Entre 1206 y 1227 los mongoles conquistaron China, Asia Central y llegaron hasta el corazón de Europa. Aquella horda de guerreros incansables arrasó a cuantos ejércitos y ciudades encontraron a su paso. Orgullosos de su gran kan, los mongoles crearon una maquinaria de guerra que parecía invencible.
En Occidente corría desde hacía varios siglos una curiosa leyenda. Se decía que más allá de las tierras del islam había un reino cristiano gobernado por un rey misterioso al que se denominaba como el Preste Juan. Cuando llegaron a Europa las primeras noticias de la expansión de los mogoles, no faltaron quienes creyeran que ese kan —obsérvese la similitud fonética entre Juan y Kan, pronunciado Jhan— era el monarca cristiano del fabuloso reino oriental, y que una alianza con este soberano dejaría a los musulmanes atrapados entre los dos grandes territorios cristianos, y sería así más fácil acabar con ellos.
En realidad, Gengis Kan no era un rey cristiano, pero entre los mongoles había muchos cristianos nestorianos que se habían convertido evangelizados por monjes seguidores de esta modalidad del cristianismo llegados a Asia Central desde Iraq, y probablemente también desde el norte de Paquistán y la India.
A mediados del siglo XIII viajaron hasta la corte del gran kan varios embajadores cristianos[21], que a su regreso describieron cómo era este pueblo y cuáles eran sus costumbres.
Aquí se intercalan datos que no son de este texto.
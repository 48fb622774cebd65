package heat_test

import (
	"context"
	"errors"
	"math"
	"strings"
	"testing"

	"keelfall/column"
	"keelfall/solver/heat"
)

func curveTable(t testing.TB, rows ...column.CurvePoint) *column.Curve {
	t.Helper()
	tab, err := column.NewCurveTable("wet.csv", rows)
	if err != nil {
		t.Fatal(err)
	}
	return &column.Curve{Table: tab}
}

// TestTabulatedStefan: rock at its liquidus freezes under a cold surface. Tables of the
// curves give what the curves give to the last bit: their rows are such that no sum rounds
// otherwise. Less would say nothing: one digit more or less in the last place of a solidus
// makes other cells split and join, and changes λ by 6e-5 at this tolerance (measured).
func TestTabulatedStefan(t *testing.T) {
	const hot, dT, h, end = 1200.0, 500.0, 20e3, 0.5 * myr
	lambda := func(solidus, liquidus *column.Curve) float64 {
		rock := granite("rock", h)
		rock.HeatCapacity, rock.Conductivity = 1000, column.Conductivity{Reference: 3}
		rock.Density = column.Uniform(3000)
		rock.Melt = &column.Melt{Solidus: solidus, Liquidus: liquidus, LatentHeat: 1000 * dT}
		c := cooled(hot, hot, rock)
		isothermal(c, hot)
		c.Surface.Temperature = hot - dT
		ev := begin(t, heat.Plan{Column: c, Tolerance: 0.2})
		advance(t, ev, end)
		balanced(t, ev)
		return math.Erfinv(3 * dT / (ev.SurfaceFlow() * math.Sqrt(math.Pi*3/(3000*1000)*end)))
	}
	const step = 1 << 27 // Pa, so that a share of it is exact
	table := func(c *column.Curve) *column.Curve {
		var rows []column.CurvePoint
		for i := range 8 { // to 0.94 GPa; the column has 0.59
			rows = append(rows, column.CurvePoint{P: step * float64(i), T: c.At(step * float64(i))})
		}
		return curveTable(t, rows...)
	}
	for _, slope := range []float64{0, 1.0 / (1 << 30)} { // K/Pa; 0.9 K/GPa of 2 K of melting
		s, l := &column.Curve{Surface: hot - 2, Slope: slope}, &column.Curve{Surface: hot, Slope: slope}
		line, tabulated := lambda(s, l), lambda(table(s), table(l))
		if tabulated != line {
			t.Errorf("slope %g: λ = %.16g by tables, %.16g by lines", slope, tabulated, line)
		}
		// Stefan, L/(cΔT) = 1: √π λ exp(λ²) erf λ = 1 (derived), and what the 2 K cost.
		if slope == 0 && !close(tabulated, 0.6200626333, 2e-3) {
			t.Errorf("λ = %g", tabulated)
		}
		if slope != 0 && close(tabulated, 0.6200626333, 4e-3) {
			t.Errorf("slope %g: λ = %g; the slope does not count", slope, tabulated)
		}
	}
}

// TestTabulatedAdiabat: rock that hardly conducts, compressed through a corner of its
// solidus while it melts, goes along Rock.Adiabat, integrated apart with a step that ends
// at the corner.
func TestTabulatedAdiabat(t *testing.T) {
	a := granite("a", 100e3)
	a.Conductivity.Reference = 1e-6
	a.Density = column.EquationOfState{Reference: 3300, Expansivity: 3e-5, Compressibility: 1e-11, ReferenceTemperature: 293.15}
	const corner = 2.4e9
	a.Melt = &column.Melt{Solidus: curveTable(t, column.CurvePoint{P: 0, T: 1700}, column.CurvePoint{P: corner, T: 1450}, column.CurvePoint{P: 7e9, T: 1500}),
		Liquidus: &column.Curve{Surface: 2300, Slope: -1e-7}, LatentHeat: 4e5}
	a.Density = column.Molten{Solid: a.Density, Melt: a.Melt}
	c := cooled(1600, 1600, a)
	isothermal(c, 1600)
	ev := begin(t, heat.Plan{Column: c, Tolerance: 0.01, Markers: []heat.Marker{{Name: "m", Depth: 50e3}},
		Events: []heat.Event{{Verb: "stretch", To: myr, Rate: -math.Ln2 / myr}}})
	advance(t, ev, myr)
	p := ev.Paths()[0]
	last := len(p.T) - 1
	T := p.T[0]
	follow := func(from, to float64) {
		const n = 20000
		d := (to - from) / n
		for i := range n {
			P := from + d*float64(i)
			mid := T + d/2*a.Adiabat(T, P, 0)
			T += d * a.Adiabat(mid, P+d/2, 0)
		}
	}
	follow(p.P[0], corner)
	follow(corner, p.P[last])
	phi, _ := a.Melt.At(T, p.P[last])
	if !(p.P[0] < corner && p.P[last] > corner && phi > 0.05 && phi < 0.95) {
		t.Fatalf("%g to %g Pa with φ = %g: the corner is not passed", p.P[0], p.P[last], phi)
	}
	if math.Abs(p.T[last]-T) > 0.05 {
		t.Errorf("%g K, want %g K", p.T[last], T)
	}
	balanced(t, ev)
}

// TestLeavesTheTable: rock that is buried below the last row stops the run, with the time,
// the layer, the pressure and the table, after the first row too.
func TestLeavesTheTable(t *testing.T) {
	for _, c := range []struct {
		event heat.Event
		rows  []column.CurvePoint
		want  string
	}{
		{heat.Event{Verb: "stretch", To: 10 * myr, Rate: -0.1 / myr}, []column.CurvePoint{{P: 0, T: 1200}, {P: 0.8e9, T: 1250}}, "lies outside the table wet.csv, which covers 0 to 0.8 GPa; nothing is extrapolated"},
		{heat.Event{Verb: "erode", To: 10 * myr, Rate: 1e3 / myr}, []column.CurvePoint{{P: 0.12e9, T: 1200}, {P: 1.2e9, T: 1250}}, "lies outside the table wet.csv, which covers 0.12 to 1.2 GPa; nothing is extrapolated"},
	} {
		top, low := granite("top", 10e3), granite("low", 10e3)
		low.Melt = &column.Melt{Solidus: curveTable(t, c.rows...), Liquidus: &column.Curve{Surface: 1500}, LatentHeat: 4e5}
		ev := begin(t, heat.Plan{Column: cooled(300, 900, top, low), Events: []heat.Event{c.event}})
		err := ev.Advance(context.Background(), 10*myr)
		var outside *column.OutsideError
		if err == nil || !errors.As(err, &outside) || !strings.HasPrefix(err.Error(), "heat: low at ") || !strings.HasSuffix(err.Error(), c.want) || strings.Contains(err.Error(), " at 0 Myr") {
			t.Errorf("%s: %v, want %q", c.event.Verb, err, c.want)
		}
	}
}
Fue entonces cuando en Occidente se ideó la posibilidad de alcanzar un gran acuerdo con los mongoles y entre ambos, cristianos y mongoles, derrotar al Islam y repartirse sus dominios.
En 1227 murió Gengis Kan y dos años después fue elegido nuevo gran kan su tercer hijo, Ogodei, quien mantuvo la unidad del imperio pese a su desmedida afición a la bebida. No obstante, una figura como la de Gengis Kan, cuya autoridad fue absoluta, era irrepetible, y a la muerte de Ogodei el imperio se dividió en varias regiones dirigidas por los nietos de Gengis Kan, aunque siempre sometidos todos ellos a la autoridad nominal y teórica del gran kan.
El Islam, atrapado en 1247 entre cristianos y mongoles, parecía abocado a su desaparición. La irrupción de los mongoles, que nadie había imaginado siquiera, trastocó por completo la situación.
Consciente de todo ello, Luis IX, rey de Francia, se embarcó en una nueva cruzada, la Séptima. Hombre devoto y piadoso, estaba obsesionado con las reliquias y con dar a la cristiandad el triunfo que necesitaba sobre el islam. En 1248 se había terminado en París uno de los edificios más asombrosos de la arquitectura europea, la Santa Capilla, un prodigio del arte gótico en el que las paredes de piedra habían sido completamente sustituidas por vidrieras multicolores a través de las cuales el interior del edificio quedaba iluminado de una manera mágica. La construcción de la Santa Capilla había sido ordenada por Luis IX para guardar en ella varias reliquias que había comprado al emperador de Constantinopla, entre ellas la Vera Cruz[22] y la corona de espinas que colocaron a Cristo sobre la cabeza durante la Pasión; era por tanto como un enorme y precioso relicario que el rey de Francia ofrecía a Cristo para guardar los emblemas de su sacrificio.
Con la Santa Capilla recién terminada, Luis IX juró sus votos de cruzado, concentró a su ejército y se hizo a la mar. En su ejército formaba una compañía de templarios al mando de Reinaldo de Vichiers, preceptor del Temple en Francia. En la primavera de 1249 desembarcó en el delta del Nilo, donde años atrás habían fracasado los cruzados, y el 5 de junio conquistó la ciudad de Damieta. Durante varios meses, y como ocurriera en 1219 en la Quinta Cruzada, los cristianos se mantuvieron en las zonas pantanosas del delta, intentando consolidar sus posiciones y preparando un ataque Nilo arriba hacia El Cairo.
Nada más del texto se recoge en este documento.